# Checking hives in high humidity issues.



## Ford Zoo (Jan 27, 2012)

New to hives this year. When I do a quick peak under the cover I don't bother with all the gear. But tonight I pulled frames, so I wore a veil and loose clothes. Temp was only in the low 70's, but the humidity is so high that once the veil was on my glasses kept fogging up and sliding down my nose. Any way around this? It was quite distracting. 
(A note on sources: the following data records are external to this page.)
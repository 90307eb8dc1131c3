namespace TeachServe.Server.Infrastructure;

/// <summary>
/// A client error raised deep in a request (parsers, the answer writer); the exception handler turns it
/// into an RFC 9457 problem details response with this status.
/// </summary>
public sealed class ApiProblemException(int status, string title, string detail) : Exception(detail)
{
    public int Status { get; } = status;
    public string Title { get; } = title;
    public IDictionary<string, object?> Extensions { get; } = new Dictionary<string, object?>();

    public static ApiProblemException NotFound(string detail) => new(StatusCodes.Status404NotFound, "Not found", detail);
    public static ApiProblemException Conflict(string detail) => new(StatusCodes.Status409Conflict, "Conflict", detail);
    public static ApiProblemException BadRequest(string detail) => new(StatusCodes.Status400BadRequest, "Bad request", detail);
    public static ApiProblemException Unprocessable(string detail) =>
        new(StatusCodes.Status422UnprocessableEntity, "Invalid content", detail);
    public static ApiProblemException TooLarge(string detail) =>
        new(StatusCodes.Status413PayloadTooLarge, "Request too large", detail);

    public ApiProblemException With(string key, object? value)
    {
        Extensions[key] = value;
        return this;
    }
}
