namespace TeachServe.Server.Infrastructure;

/// <summary>Security headers of the HTML pages (the JSON API needs none of these).</summary>
public static class PageHeaders
{
    /// <summary>
    /// No referrer ever leaves a page, so nothing in its address can reach another server; no plug-ins, no inline
    /// script or style, requests only to this server (item images may come from anywhere), and framing only by
    /// <paramref name="frameAncestors"/>.
    /// </summary>
    public static void Apply(HttpResponse response, string frameAncestors, bool externalImages, string formAction = "'self'")
    {
        var images = externalImages ? "'self' data: https: http:" : "'self' data:";
        response.Headers.ContentSecurityPolicy =
            $"default-src 'none'; script-src 'self'; style-src 'self'; img-src {images}; connect-src 'self'; " +
            $"base-uri 'none'; form-action {formAction}; frame-ancestors {frameAncestors}";
        response.Headers["Referrer-Policy"] = "no-referrer";
        response.Headers.XContentTypeOptions = "nosniff";
        response.Headers.CacheControl = "no-store";
        response.Headers["Cross-Origin-Opener-Policy"] = "same-origin-allow-popups";
        if (frameAncestors == "'none'") response.Headers.XFrameOptions = "DENY";
    }
}
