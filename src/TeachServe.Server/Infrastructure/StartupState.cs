namespace TeachServe.Server.Infrastructure;

/// <summary>Set once startup work (migrations, keys, demo) has finished; read by <c>/readyz</c>.</summary>
public sealed class StartupState
{
    private volatile bool _ready;
    public bool IsReady => _ready;
    public void MarkReady() => _ready = true;
}
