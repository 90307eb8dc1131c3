using System.Text.Json;
using System.Text.RegularExpressions;

namespace TeachServe.Server.Infrastructure;

/// <summary>
/// Client-facing wording of request-reading failures. The framework's own messages name parameter types and
/// .NET types ("... could not be converted to System.Int32", "parameter \"AnswerRequest request\""), which tells a
/// caller about the server's insides and nothing useful; these say what was wrong, where, in the API's terms.
/// </summary>
public static partial class ProblemText
{
    public static string Describe(BadHttpRequestException e)
    {
        if (e.InnerException is JsonException json) return Describe(json);
        var name = ParameterName().Match(e.Message) is { Success: true } m ? m.Groups["name"].Value : null;
        if (e.Message.StartsWith("Required parameter", StringComparison.Ordinal))
            return name is null ? "A required value is missing." : $"The required value '{name}' is missing.";
        if (e.Message.StartsWith("Failed to bind parameter", StringComparison.Ordinal))
            return name is null ? "A value in the address is not valid." : $"The value given for '{name}' is not valid.";
        if (e.Message.StartsWith("Implicit body inferred", StringComparison.Ordinal))
            return "This request needs a JSON body.";
        if (e.StatusCode == StatusCodes.Status415UnsupportedMediaType)
            return "The body's Content-Type is not one this request accepts (JSON requests need application/json).";
        if (e.Message.StartsWith("Failed to read parameter", StringComparison.Ordinal))
            return "The request body could not be read for this request.";
        return Scrub(e.Message) ?? "The request could not be read.";
    }

    public static string Describe(JsonException e)
    {
        var missing = MissingProperties().Match(e.Message);
        var what = missing.Success
            ? $"The body lacks required properties: {missing.Groups["names"].Value.TrimEnd('.')}"
            : "The body is not valid JSON for this request";
        return what + Where(e) + ".";
    }

    /// <summary>Removes namespace-qualified .NET type names from a message (a guard for wording we did not write).</summary>
    public static string? Scrub(string? text) =>
        text is null ? null : QualifiedTypeName().Replace(text, "a value");

    private static string Where(JsonException e)
    {
        var parts = new List<string>();
        if (!string.IsNullOrEmpty(e.Path) && e.Path != "$") parts.Add($"at {e.Path}");
        if (e.LineNumber is { } line) parts.Add($"line {line + 1}");
        if (e.BytePositionInLine is { } position) parts.Add($"byte {position + 1}");
        return parts.Count == 0 ? "" : " (" + string.Join(", ", parts) + ")";
    }

    [GeneratedRegex(@"parameter ""(?:[^""]*\s)?(?<name>[A-Za-z_][A-Za-z0-9_]*)""")]
    private static partial Regex ParameterName();

    [GeneratedRegex(@"missing required properties,? including the following: (?<names>[^.]+)")]
    private static partial Regex MissingProperties();

    [GeneratedRegex(@"\b(?:System|Microsoft|TeachServe)(?:\.[A-Za-z_][A-Za-z0-9_`]*)+(?:\[[^\]]*\])?")]
    private static partial Regex QualifiedTypeName();
}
On a good note, I could smell the honey before I opened to lids. I'm surprised the bears haven't bothered them yet, but the hives are surrounded by a dog kennel and hot wire. And we have Livestock Guard dogs in with the goats, so the bears do seem to give our place a wide birth even though the hives are not very near the dogs.


----------



## alleyyooper (Apr 22, 2005)

One thing I did was buy a strap for my glasses to keep them in place. I also try to stay out of the hives in real high humidity unless there is a good breeze.

 Al


----------



## Fiend (Jun 27, 2015)

You could try treating your glasses with Barbasol shaving foam. Apply it to clean lenses and rub it it around. Let it dry on the glass and then polish it off with a dry clean rag. It works on bathroom mirrors so I guess it would work on glasses. Its worth a try.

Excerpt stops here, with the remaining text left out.